Liana estaba cerca y capté sus pensamientos:

—Debemos ir allí, señores y doctores, jefes y líderes.

»Debemos ir juntos, los cuatro, a donde ningún hombre ha ido, a la nada, a la esperanza y el corazón del dolor, al dolor, para que este hombre regrese; ir al poder que es más vasto que el espacio, al poder que lo ha enviado de regreso, al lugar que no es un lugar, hallar la fuerza que no es una fuerza, forzar a la fuerza que no es una fuerza para que entregue este corazón, para que lo devuelva.

»Venid conmigo, si estáis dispuestos. Venid conmigo al confín de las cosas. Venid conmigo...

De pronto un relámpago nos barrió la mente.

Era un rayo brillante, delicado, multicolor, suave. Nos anegó como una catarata de color y brillo intenso. La luz vino.

Digo que la luz vino.

Extraño.

Y se fue.

Eso fue todo.

La experiencia sucedió tan rápida que ni siquiera se la puede considerar instantánea. Ocurrió en menos de un instante, si tal cosa se puede imaginar. Los cinco sentimos que nos habían enlazado, observado.
Sentimos que nos habían convertido en juguetes o mascotas de una gigantesca forma de vida que trascendía los límites de la imaginación humana, y que esa vida, al observarnos a los cuatro —los tres médicos y Liana—, nos había, visto junto al coronel, y había comprendido que el coronel tenía que volver a los suyos.

Porque fuimos cinco, no cuatro, los que nos levantamos.

El coronel temblaba, pero estaba cuerdo. Seguía con vida. Había recuperado la humanidad.

—¿Dónde estoy? —murmuró débilmente—. ¿En un hospital de la Tierra?

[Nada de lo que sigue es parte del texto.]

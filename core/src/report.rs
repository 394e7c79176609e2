//! The run report: what one simulation measured, serialisable as the stable
//! JSON schema documented in the README (`schema` is its version).

use crate::counters::Branches;
use crate::ledger::Episodes;
use indexmap::IndexMap;
use overlap_mem::{CacheStats, DramStats};
use serde::{Deserialize, Serialize};

/// Version of the report schema; bumped on any incompatible change.
pub const SCHEMA_VERSION: u32 = 1;

/// Everything one run measured.
#[derive(Clone, Debug, PartialEq, Serialize, Deserialize)]
pub struct Report {
    /// Schema version ([`SCHEMA_VERSION`]).
    pub schema: u32,
    /// Simulated cycles.
    pub cycles: u64,
    /// Retired instructions.
    pub instructions: u64,
    /// Instructions per cycle.
    pub ipc: f64,
    /// The cycle ledger: bucket key to cycles, summing to `cycles`.
    pub ledger: IndexMap<String, u64>,
    /// The waiting matrix: bucket key to (what the oldest instruction waited for, to cycles).
    pub waiting: IndexMap<String, IndexMap<String, u64>>,
    /// Stall episodes.
    pub episodes: Episodes,
    /// Memory-level parallelism.
    pub mlp: Mlp,
    /// Per-cache counters, keyed `l1i`, `l1d`, `l2`, `l3` (present levels only).
    pub caches: IndexMap<String, CacheStats>,
    /// DRAM counters.
    pub dram: DramStats,
    /// Branch prediction.
    pub branches: Branches,
    /// Retired instructions per op class.
    pub retired_by_class: IndexMap<String, u64>,
    /// The program's exit code (`None` when the run stopped at an instruction limit).
    pub exit_code: Option<i64>,
    /// The run stopped at the instruction limit.
    pub truncated: bool,
    /// The warm-up left out of every figure above, when measurement started at
    /// the program's marker (`null` when the whole run was measured).
    pub warmup: Option<Warmup>,
    /// Host time and speed of the simulation.
    pub host: Host,
}

/// Memory-level parallelism: average outstanding misses over the cycles with
/// at least one outstanding (Chou, Fahs and Abraham, ISCA 2004).
#[derive(Clone, Debug, PartialEq, Serialize, Deserialize)]
pub struct Mlp {
    /// Outstanding L1D demand misses.
    pub l1d: f64,
    /// Outstanding DRAM demand reads.
    pub dram: f64,
    /// Cycles with k outstanding L1D misses, index k.
    pub l1d_histogram: Vec<u64>,
    /// Cycles with k outstanding DRAM reads, index k.
    pub dram_histogram: Vec<u64>,
}

/// What ran before measurement started.
#[derive(Clone, Debug, PartialEq, Serialize, Deserialize)]
pub struct Warmup {
    /// Cycles before the region of interest.
    pub cycles: u64,
    /// Instructions retired before the region of interest.
    pub instructions: u64,
}

/// Host-side figures: they vary between runs and are excluded from comparisons.
#[derive(Clone, Debug, Default, PartialEq, Serialize, Deserialize)]
pub struct Host {
    /// Wall time of the simulation itself, without loading the program.
    pub seconds: f64,
    /// Simulated millions of instructions per host second (warm-up included:
    /// it was simulated too).
    pub mips: f64,
}

/// `num / den` as a float, 0 when `den` is 0 (an empty run has no rates).
pub fn ratio(num: u64, den: u64) -> f64 {
    if den == 0 {
        0.0
    } else {
        num as f64 / den as f64
    }
}

impl Report {
    /// The report with host figures zeroed, for comparing runs.
    pub fn without_host(&self) -> Report {
        Report {
            host: Host::default(),
            ..self.clone()
        }
    }
}
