//! Rename and dispatch: move instructions from the front-end queue into the
//! window, in program order.
//!
//! Per cycle, up to `dispatch_width` instructions whose arrival cycle has come
//! each take a ROB entry, an entry in a station that accepts their class, a
//! load- or store-queue entry for memory operations, and a physical register
//! when they write one. The first instruction that cannot have all of them
//! stops dispatch for the cycle, and every structure it lacked is reported as
//! refusing.

use crate::config::UnitKind;
use crate::lsq::{LoadEntry, LoadState, StoreEntry};
use crate::observer::{Observer, StructSet, StructureId};
use crate::pipeline::{Pipeline, Structure};
use crate::rob::{NOT_YET, RobEntry};
use crate::stations::StationEntry;
use overlap_isa::OpClass;

impl<O: Observer> Pipeline<'_, O> {
    pub(crate) fn dispatch_stage(&mut self, now: u64) {
        for _ in 0..self.cfg.core.dispatch_width {
            let Some(f) = self.front.queue.front() else {
                break;
            };
            if f.arrival > now {
                break;
            }
            let f = *f;
            let d = f.inst;
            let mut lacking = StructSet::EMPTY;
            if self.rob.is_full() {
                lacking.insert(self.rob_id);
            }
            let station = self.class_stations[d.class as usize]
                .iter()
                .copied()
                .find(|&s| !self.stations[s as usize].is_full());
            if station.is_none() {
                for &s in &self.class_stations[d.class as usize] {
                    lacking.insert(Structure::FIRST_STATION + s as StructureId);
                }
            }
            match d.class {
                OpClass::Load if self.lq.is_full() => lacking.insert(Structure::LQ),
                OpClass::Store if self.sq.ring.is_full() => lacking.insert(Structure::SQ),
                _ => {}
            }
            if d.dst.is_some() && self.rename.free_count() == 0 {
                lacking.insert(self.regs_id);
            }
            if !lacking.is_empty() {
                self.refused.0 |= lacking.0;
                break;
            }
            self.front.queue.pop_front();
            self.active = true;
            let mut e = RobEntry::new(d, f.seq);
            e.mispredicted = f.mispredicted;
            let mut srcs = [crate::rename::NO_REG; 2];
            for (i, r) in d.srcs.iter().enumerate() {
                srcs[i] = self.rename.source(*r);
            }
            e.srcs = srcs;
            if let Some(rd) = d.dst {
                let (p, prev) = self.rename.allocate(rd).expect("free register checked");
                e.dst = p;
                e.prev = prev;
            }
            match d.class {
                OpClass::Load => {
                    e.lsq = self.lq.push(LoadEntry {
                        seq: f.seq,
                        addr: d.mem_addr,
                        size: d.mem_size,
                        pc: d.pc,
                        older_stores: self.sq.ring.tail,
                        state: LoadState::Waiting,
                    });
                }
                OpClass::Store => {
                    e.lsq = self.sq.ring.push(StoreEntry {
                        seq: f.seq,
                        addr: d.mem_addr,
                        size: d.mem_size,
                        pc: d.pc,
                        addr_at: NOT_YET,
                        data_at: NOT_YET,
                        written_at: NOT_YET,
                        refused: None,
                        merged_into: None,
                    });
                }
                _ => {}
            }
            self.rob.push(e);
            let s = station.expect("station checked") as usize;
            // A store issues on its address operand; its data may come later.
            let issue_srcs = if d.class == OpClass::Store {
                [srcs[0], crate::rename::NO_REG]
            } else {
                srcs
            };
            self.stations[s].entries.push(StationEntry {
                seq: f.seq,
                srcs: issue_srcs,
                unit: UnitKind::for_class(d.class),
                class: d.class,
            });
            self.obs.dispatch(now, f.seq);
        }
    }
}
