//! The cycle ledger: every cycle charged to exactly one bucket.
//!
//! The ledger is an observer. From each cycle's [`CycleState`] it decides:
//!
//! 1. `commit` when at least one instruction retired;
//! 2. otherwise, when some structure refused a request (or has one waiting
//!    for it), the refusing structure whose *full period* started first. A full
//!    period starts at the first cycle in which the structure refuses and ends
//!    at the first cycle in which it has a free entry and nobody waits for one.
//!    Ties go to the structure closest to memory (lowest id);
//! 3. otherwise the front end (`frontend.mispredict`, `frontend.icache`,
//!    `frontend.other`) when the window is empty, or when fetch waits behind a
//!    mispredicted branch and the oldest instruction does not wait on memory;
//! 4. otherwise `latency.memory` or `latency.execute`, by what the oldest
//!    instruction waits for.
//!
//! Alongside, each non-commit cycle is crossed with what the oldest
//! instruction waited for (the waiting matrix), and stall episodes (maximal
//! runs of non-commit cycles) are measured.
//!
//! Invariant: the buckets sum to the number of cycles observed, exactly.

use crate::observer::{CycleState, FrontState, Observer, StructSet, StructureId, Waiting};
use indexmap::IndexMap;
use serde::{Deserialize, Serialize};

/// The buckets that do not depend on the configuration, in report order
/// (structure buckets follow them, named by [`crate::structure_names`]).
pub const FIXED_BUCKETS: [&str; 6] = [
    "commit",
    "frontend.mispredict",
    "frontend.icache",
    "frontend.other",
    "latency.memory",
    "latency.execute",
];
const COMMIT: usize = 0;
const FE_MISPREDICT: usize = 1;
const FE_ICACHE: usize = 2;
const FE_OTHER: usize = 3;
const LAT_MEMORY: usize = 4;
const LAT_EXECUTE: usize = 5;

/// Upper bounds (inclusive) of the episode-length histogram's bins; the last
/// bin is open.
const EPISODE_BINS: [u64; 12] = [1, 2, 4, 8, 16, 32, 64, 128, 256, 512, 1024, 4096];

/// The cycle ledger observer.
#[derive(Clone, Debug)]
pub struct Ledger {
    /// Bucket names: the fixed ones, then one per structure.
    names: Vec<String>,
    cycles: Vec<u64>,
    waiting: Vec<[u64; Waiting::ALL.len()]>,
    /// Start of each structure's current full period (valid where `open` has its bit).
    full_since: Vec<u64>,
    open: StructSet,
    total: u64,
    episode_start: Option<u64>,
    episode_charged: StructSet,
    episodes: u64,
    episode_cycles: u64,
    episode_max: u64,
    episode_hist: [u64; EPISODE_BINS.len() + 1],
    fill_delay: Vec<(u64, u64)>,
}

impl Ledger {
    /// A ledger for the structures named (by id) in `structures`
    /// (see [`crate::structure_names`]).
    pub fn new(structures: &[String]) -> Ledger {
        let mut names: Vec<String> = FIXED_BUCKETS.iter().map(|s| s.to_string()).collect();
        names.extend(structures.iter().cloned());
        let n = names.len();
        Ledger {
            names,
            cycles: vec![0; n],
            waiting: vec![[0; Waiting::ALL.len()]; n],
            full_since: vec![0; structures.len()],
            open: StructSet::EMPTY,
            total: 0,
            episode_start: None,
            episode_charged: StructSet::EMPTY,
            episodes: 0,
            episode_cycles: 0,
            episode_max: 0,
            episode_hist: [0; EPISODE_BINS.len() + 1],
            fill_delay: vec![(0, 0); n],
        }
    }

    /// The bucket a cycle in `state` belongs to, updating full periods.
    fn charge(&mut self, first: u64, s: &CycleState) -> usize {
        for id in StructSet(s.refusing.0 & !self.open.0).iter() {
            self.full_since[id as usize] = first;
        }
        self.open.0 |= s.refusing.0;
        let bucket = if s.commits > 0 {
            COMMIT
        } else if let Some(id) = s
            .refusing
            .iter()
            .min_by_key(|&id| (self.full_since[id as usize], id))
        {
            FIXED_BUCKETS.len() + id as usize
        } else if s.oldest == Waiting::Empty {
            match s.front {
                FrontState::Mispredict | FrontState::MispredictRefill => FE_MISPREDICT,
                FrontState::Icache => FE_ICACHE,
                _ => FE_OTHER,
            }
        } else if s.front == FrontState::Mispredict && !s.oldest.is_memory() {
            FE_MISPREDICT
        } else if s.oldest.is_memory() {
            LAT_MEMORY
        } else {
            LAT_EXECUTE
        };
        // A period ends when the structure has room and nobody waits for it.
        self.open.0 &= !(!s.refusing.0 & s.has_free.0);
        bucket
    }

    fn close_episode(&mut self, end: u64) {
        if let Some(start) = self.episode_start.take() {
            let len = end - start;
            self.episodes += 1;
            self.episode_cycles += len;
            self.episode_max = self.episode_max.max(len);
            let bin = EPISODE_BINS
                .iter()
                .position(|&b| len <= b)
                .unwrap_or(EPISODE_BINS.len());
            self.episode_hist[bin] += 1;
            self.episode_charged = StructSet::EMPTY;
        }
    }

    /// Close the ledger at the end of a run (`end` = one past the last cycle)
    /// and build its report.
    pub fn finish(mut self, end: u64) -> LedgerReport {
        self.close_episode(end);
        debug_assert_eq!(self.cycles.iter().sum::<u64>(), self.total);
        let mut ledger = IndexMap::new();
        let mut waiting = IndexMap::new();
        for (i, name) in self.names.iter().enumerate() {
            if self.cycles[i] > 0 || i == COMMIT {
                ledger.insert(name.clone(), self.cycles[i]);
            }
            if i != COMMIT && self.cycles[i] > 0 {
                let row: IndexMap<String, u64> = Waiting::ALL
                    .iter()
                    .filter(|w| self.waiting[i][**w as usize] > 0)
                    .map(|w| (w.key().to_string(), self.waiting[i][*w as usize]))
                    .collect();
                waiting.insert(name.clone(), row);
            }
        }
        let mut histogram = Vec::new();
        let mut lo = 1;
        for (i, &count) in self.episode_hist.iter().enumerate() {
            let hi = EPISODE_BINS.get(i).copied();
            histogram.push(EpisodeBin {
                min_cycles: lo,
                max_cycles: hi,
                count,
            });
            lo = hi.map_or(lo, |h| h + 1);
        }
        while histogram.last().is_some_and(|b| b.count == 0) {
            histogram.pop();
        }
        let fill_delay = self
            .names
            .iter()
            .enumerate()
            .skip(FIXED_BUCKETS.len())
            .filter(|(i, _)| self.fill_delay[*i].1 > 0)
            .map(|(i, n)| {
                let (sum, count) = self.fill_delay[i];
                (n.clone(), crate::report::ratio(sum, count))
            })
            .collect();
        LedgerReport {
            ledger,
            waiting,
            episodes: Episodes {
                count: self.episodes,
                mean_cycles: crate::report::ratio(self.episode_cycles, self.episodes),
                max_cycles: self.episode_max,
                histogram,
                fill_delay,
            },
        }
    }
}

impl Observer for Ledger {
    fn measure_start(&mut self, _cycle: u64) {
        // Full periods are physical state and carry on; the counts start afresh.
        *self = Ledger {
            full_since: self.full_since.clone(),
            open: self.open,
            ..Ledger::new(&self.names[FIXED_BUCKETS.len()..])
        };
    }

    fn cycles(&mut self, first: u64, count: u64, state: &CycleState) {
        let bucket = self.charge(first, state);
        self.cycles[bucket] += count;
        self.total += count;
        if bucket == COMMIT {
            self.close_episode(first);
            return;
        }
        self.waiting[bucket][state.oldest as usize] += count;
        if self.episode_start.is_none() {
            self.episode_start = Some(first);
        }
        if bucket >= FIXED_BUCKETS.len() {
            let id = (bucket - FIXED_BUCKETS.len()) as StructureId;
            if !self.episode_charged.contains(id) {
                self.episode_charged.insert(id);
                let start = self.episode_start.expect("open");
                let since = if self.open.contains(id) {
                    self.full_since[id as usize]
                } else {
                    first
                };
                let delay = since.saturating_sub(start);
                let slot = &mut self.fill_delay[bucket];
                slot.0 += delay;
                slot.1 += 1;
            }
        }
    }
}

/// The ledger's part of a run report.
#[derive(Clone, Debug, PartialEq, Serialize, Deserialize)]
pub struct LedgerReport {
    /// Bucket key to cycles; sums to the run's cycles.
    pub ledger: IndexMap<String, u64>,
    /// Bucket key to (waiting kind to cycles), non-commit buckets only.
    pub waiting: IndexMap<String, IndexMap<String, u64>>,
    /// Stall episodes.
    pub episodes: Episodes,
}

/// Stall episodes: maximal runs of cycles without a commit.
#[derive(Clone, Debug, PartialEq, Serialize, Deserialize)]
pub struct Episodes {
    /// Number of episodes.
    pub count: u64,
    /// Mean length in cycles.
    pub mean_cycles: f64,
    /// Longest episode.
    pub max_cycles: u64,
    /// Length distribution.
    pub histogram: Vec<EpisodeBin>,
    /// Per structure bucket: mean cycles from an episode's start until that
    /// structure filled (how long the window hid the stall before it ran out).
    pub fill_delay: IndexMap<String, f64>,
}

/// One bin of the episode-length histogram.
#[derive(Clone, Debug, PartialEq, Serialize, Deserialize)]
pub struct EpisodeBin {
    /// Shortest length in the bin.
    pub min_cycles: u64,
    /// Longest length in the bin (`None` for the open last bin).
    pub max_cycles: Option<u64>,
    /// Episodes in the bin.
    pub count: u64,
}

#[cfg(test)]
mod tests {
    use super::*;

    fn state(commits: u32, refusing: &[StructureId], free: &[StructureId]) -> CycleState {
        let mut r = StructSet::EMPTY;
        refusing.iter().for_each(|&s| r.insert(s));
        let mut f = StructSet::EMPTY;
        free.iter().for_each(|&s| f.insert(s));
        CycleState {
            commits,
            refusing: r,
            has_free: f,
            front: FrontState::Running,
            oldest: Waiting::LoadDram,
            l1d_misses: 0,
            dram_reads: 0,
        }
    }

    fn names() -> Vec<String> {
        [
            "lockup.l1d",
            "mshr.l1d",
            "lq",
            "sq",
            "rs.int",
            "regs",
            "rob",
        ]
        .iter()
        .map(|s| s.to_string())
        .collect()
    }

    #[test]
    fn first_filled_structure_takes_the_cycles() {
        let mut l = Ledger::new(&names());
        // MSHRs refuse from cycle 0, the ROB from cycle 2: both refuse at 3..10.
        l.cycles(0, 2, &state(0, &[1], &[6]));
        l.cycles(2, 8, &state(0, &[1, 6], &[]));
        let r = l.finish(10);
        assert_eq!(r.ledger["mshr.l1d"], 10);
        assert!(!r.ledger.contains_key("rob"));
    }

    #[test]
    fn period_survives_a_free_entry_that_is_retaken() {
        let mut l = Ledger::new(&names());
        l.cycles(0, 1, &state(0, &[1], &[]));
        l.cycles(1, 1, &state(0, &[6], &[]));
        // The MSHR freed and was taken again in the same cycle: no free entry at the end,
        // so its period goes on and it still filled before the ROB.
        l.cycles(2, 1, &state(0, &[1, 6], &[]));
        let r = l.finish(3);
        assert_eq!(r.ledger["mshr.l1d"], 2);
        assert_eq!(r.ledger["rob"], 1);
    }

    #[test]
    fn ties_go_closest_to_memory_and_buckets_sum() {
        let mut l = Ledger::new(&names());
        l.cycles(0, 3, &state(0, &[0, 6], &[]));
        l.cycles(3, 2, &state(2, &[], &[0, 6]));
        let r = l.finish(5);
        assert_eq!(r.ledger["lockup.l1d"], 3);
        assert_eq!(r.ledger["commit"], 2);
        assert_eq!(r.ledger.values().sum::<u64>(), 5);
        assert_eq!(r.episodes.count, 1);
        assert_eq!(r.episodes.max_cycles, 3);
    }
}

Y cayó en brazos de Timofeyev. Liana ya se escabullía por la puerta. La seguí. La niña se volvió hacia mí.

—Señor y doctor, jefe y líder, sólo pido que no me des las gracias ni dinero, y que no divulgues lo que ha ocurrido. Mis poderes provienen de la bondad de la gracia del Señor y de la amistad del hombre. No quiero entrometerme en el campo de la medicina. Sólo he accedido a venir porque mi amigo Timofeyev me pidió que lo ayudara por una cuestión de misericordia. Que el mérito sea para tu hospital, señor y doctor, jefe y líder, pero tú y tus amigos debéis olvidarme.

—Pero los informes... —tartamudeé.

—Redacta los informes como desees, pero, por favor, no me menciones.

—¿Y nuestro paciente? Él es nuestro paciente, Liana. Sonrió con dulzura, con amistad infantil.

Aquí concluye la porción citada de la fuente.